### [Task statement]
Which lines in the data below contain the word "starboard"? Return each of them.
═══ Data for analysis ═══
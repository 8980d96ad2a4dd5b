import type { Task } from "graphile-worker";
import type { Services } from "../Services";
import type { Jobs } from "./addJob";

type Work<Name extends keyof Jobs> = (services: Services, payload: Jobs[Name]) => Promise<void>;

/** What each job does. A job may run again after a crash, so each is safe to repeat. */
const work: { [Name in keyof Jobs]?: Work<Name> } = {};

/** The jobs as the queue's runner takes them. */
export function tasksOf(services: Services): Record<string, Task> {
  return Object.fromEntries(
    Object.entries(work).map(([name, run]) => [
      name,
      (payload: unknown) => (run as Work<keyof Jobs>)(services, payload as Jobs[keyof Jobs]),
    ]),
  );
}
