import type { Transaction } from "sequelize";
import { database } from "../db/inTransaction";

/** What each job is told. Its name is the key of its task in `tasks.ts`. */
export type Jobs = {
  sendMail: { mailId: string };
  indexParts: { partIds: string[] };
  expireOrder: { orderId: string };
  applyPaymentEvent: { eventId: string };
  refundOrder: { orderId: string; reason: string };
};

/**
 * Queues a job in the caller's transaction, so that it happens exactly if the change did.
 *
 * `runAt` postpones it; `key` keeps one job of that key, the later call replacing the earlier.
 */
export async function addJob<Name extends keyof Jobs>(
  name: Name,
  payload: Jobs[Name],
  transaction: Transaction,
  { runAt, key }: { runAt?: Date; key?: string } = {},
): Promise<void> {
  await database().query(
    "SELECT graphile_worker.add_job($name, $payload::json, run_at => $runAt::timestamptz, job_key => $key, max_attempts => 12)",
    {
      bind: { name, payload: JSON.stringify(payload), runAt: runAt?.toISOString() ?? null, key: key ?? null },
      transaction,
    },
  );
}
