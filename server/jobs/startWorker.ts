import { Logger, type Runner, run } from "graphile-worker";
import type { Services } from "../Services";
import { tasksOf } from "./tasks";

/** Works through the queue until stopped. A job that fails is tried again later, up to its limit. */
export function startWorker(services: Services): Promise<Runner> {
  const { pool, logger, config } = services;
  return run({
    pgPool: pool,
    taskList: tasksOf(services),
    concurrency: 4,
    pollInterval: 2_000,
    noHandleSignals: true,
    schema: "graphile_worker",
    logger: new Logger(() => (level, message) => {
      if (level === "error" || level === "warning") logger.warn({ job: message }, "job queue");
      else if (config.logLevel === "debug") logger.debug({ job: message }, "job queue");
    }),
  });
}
═══
═══ Data for analysis ═══
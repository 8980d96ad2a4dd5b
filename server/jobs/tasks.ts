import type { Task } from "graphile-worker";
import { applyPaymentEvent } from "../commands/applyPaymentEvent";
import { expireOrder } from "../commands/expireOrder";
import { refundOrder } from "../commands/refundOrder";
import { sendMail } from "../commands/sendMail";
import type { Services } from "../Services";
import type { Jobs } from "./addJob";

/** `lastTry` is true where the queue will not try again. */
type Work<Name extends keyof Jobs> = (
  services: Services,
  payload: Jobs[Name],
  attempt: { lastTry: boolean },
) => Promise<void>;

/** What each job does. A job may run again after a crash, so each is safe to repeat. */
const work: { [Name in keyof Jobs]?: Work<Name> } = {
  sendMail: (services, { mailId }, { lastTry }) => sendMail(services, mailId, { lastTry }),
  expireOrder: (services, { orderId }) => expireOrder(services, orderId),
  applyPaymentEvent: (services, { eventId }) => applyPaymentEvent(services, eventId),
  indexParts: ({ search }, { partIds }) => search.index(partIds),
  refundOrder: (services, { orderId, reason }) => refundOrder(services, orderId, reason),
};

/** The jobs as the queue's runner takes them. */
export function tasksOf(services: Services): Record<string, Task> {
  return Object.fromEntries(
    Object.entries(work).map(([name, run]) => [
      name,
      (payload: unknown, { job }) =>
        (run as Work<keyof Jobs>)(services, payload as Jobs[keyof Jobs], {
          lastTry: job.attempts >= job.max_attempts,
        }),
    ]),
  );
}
═══
═══ Data for analysis ═══
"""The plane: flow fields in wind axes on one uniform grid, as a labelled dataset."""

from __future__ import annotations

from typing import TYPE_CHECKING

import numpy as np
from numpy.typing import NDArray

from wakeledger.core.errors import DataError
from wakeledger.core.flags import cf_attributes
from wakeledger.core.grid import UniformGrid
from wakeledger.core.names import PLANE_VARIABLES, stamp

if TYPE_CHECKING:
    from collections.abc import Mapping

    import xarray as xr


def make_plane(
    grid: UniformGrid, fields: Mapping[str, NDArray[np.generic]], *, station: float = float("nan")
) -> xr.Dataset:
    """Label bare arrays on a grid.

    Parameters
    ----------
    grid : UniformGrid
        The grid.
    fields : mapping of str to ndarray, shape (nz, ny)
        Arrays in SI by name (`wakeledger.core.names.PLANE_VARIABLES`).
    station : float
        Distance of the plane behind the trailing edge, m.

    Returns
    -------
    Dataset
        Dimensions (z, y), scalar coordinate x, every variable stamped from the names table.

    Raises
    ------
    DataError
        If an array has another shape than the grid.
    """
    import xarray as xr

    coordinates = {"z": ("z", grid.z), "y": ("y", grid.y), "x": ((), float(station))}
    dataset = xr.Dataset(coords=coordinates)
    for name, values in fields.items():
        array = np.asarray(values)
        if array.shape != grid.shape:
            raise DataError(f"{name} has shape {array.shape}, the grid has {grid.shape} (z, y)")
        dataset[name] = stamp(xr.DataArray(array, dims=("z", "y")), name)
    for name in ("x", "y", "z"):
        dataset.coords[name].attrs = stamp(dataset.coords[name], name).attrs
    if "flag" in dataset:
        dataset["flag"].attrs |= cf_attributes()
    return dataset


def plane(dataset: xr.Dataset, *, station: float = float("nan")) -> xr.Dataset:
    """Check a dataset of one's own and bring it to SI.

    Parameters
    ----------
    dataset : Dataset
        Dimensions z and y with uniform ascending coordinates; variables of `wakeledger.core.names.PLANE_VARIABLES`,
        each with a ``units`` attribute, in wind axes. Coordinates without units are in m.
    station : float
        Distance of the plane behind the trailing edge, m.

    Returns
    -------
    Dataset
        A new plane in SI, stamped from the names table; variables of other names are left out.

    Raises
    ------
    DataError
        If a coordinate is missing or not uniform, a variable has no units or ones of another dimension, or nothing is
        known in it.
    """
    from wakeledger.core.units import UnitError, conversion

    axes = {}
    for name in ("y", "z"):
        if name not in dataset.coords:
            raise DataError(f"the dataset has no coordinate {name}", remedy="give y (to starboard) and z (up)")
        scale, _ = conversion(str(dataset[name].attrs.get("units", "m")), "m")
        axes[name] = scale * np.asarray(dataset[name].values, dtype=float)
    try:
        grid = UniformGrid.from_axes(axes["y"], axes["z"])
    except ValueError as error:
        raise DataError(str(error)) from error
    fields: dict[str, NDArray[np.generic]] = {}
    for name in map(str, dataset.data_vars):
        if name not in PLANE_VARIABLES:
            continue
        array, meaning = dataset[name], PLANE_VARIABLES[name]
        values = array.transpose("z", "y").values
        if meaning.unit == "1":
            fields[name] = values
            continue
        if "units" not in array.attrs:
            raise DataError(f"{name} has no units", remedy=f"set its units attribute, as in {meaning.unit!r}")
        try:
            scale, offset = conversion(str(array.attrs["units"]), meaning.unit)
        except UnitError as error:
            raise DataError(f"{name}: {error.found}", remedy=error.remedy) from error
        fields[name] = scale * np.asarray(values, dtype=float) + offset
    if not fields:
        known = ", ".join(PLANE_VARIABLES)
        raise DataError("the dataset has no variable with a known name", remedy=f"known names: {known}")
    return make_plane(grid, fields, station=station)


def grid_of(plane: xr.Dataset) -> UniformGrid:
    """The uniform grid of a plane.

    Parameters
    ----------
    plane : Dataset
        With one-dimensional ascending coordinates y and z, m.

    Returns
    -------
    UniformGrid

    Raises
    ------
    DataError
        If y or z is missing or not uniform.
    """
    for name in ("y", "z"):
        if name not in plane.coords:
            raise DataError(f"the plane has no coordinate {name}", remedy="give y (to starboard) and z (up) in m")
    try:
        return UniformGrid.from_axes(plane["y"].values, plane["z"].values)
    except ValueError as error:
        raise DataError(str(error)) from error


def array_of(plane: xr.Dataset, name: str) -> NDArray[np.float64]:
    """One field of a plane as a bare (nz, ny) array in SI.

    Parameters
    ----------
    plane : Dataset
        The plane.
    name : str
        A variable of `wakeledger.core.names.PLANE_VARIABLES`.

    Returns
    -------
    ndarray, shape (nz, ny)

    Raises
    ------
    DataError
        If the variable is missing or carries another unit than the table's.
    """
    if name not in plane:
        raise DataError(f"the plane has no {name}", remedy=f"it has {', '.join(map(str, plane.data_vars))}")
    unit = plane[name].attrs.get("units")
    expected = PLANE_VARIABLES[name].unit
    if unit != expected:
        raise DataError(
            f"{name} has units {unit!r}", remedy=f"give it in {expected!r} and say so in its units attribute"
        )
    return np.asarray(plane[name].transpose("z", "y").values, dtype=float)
═══
### [Answer]
            raise DataError(f"the dataset has no coordinate {name}", remedy="give y (to starboard) and z (up)")
            raise DataError(f"the plane has no coordinate {name}", remedy="give y (to starboard) and z (up) in m")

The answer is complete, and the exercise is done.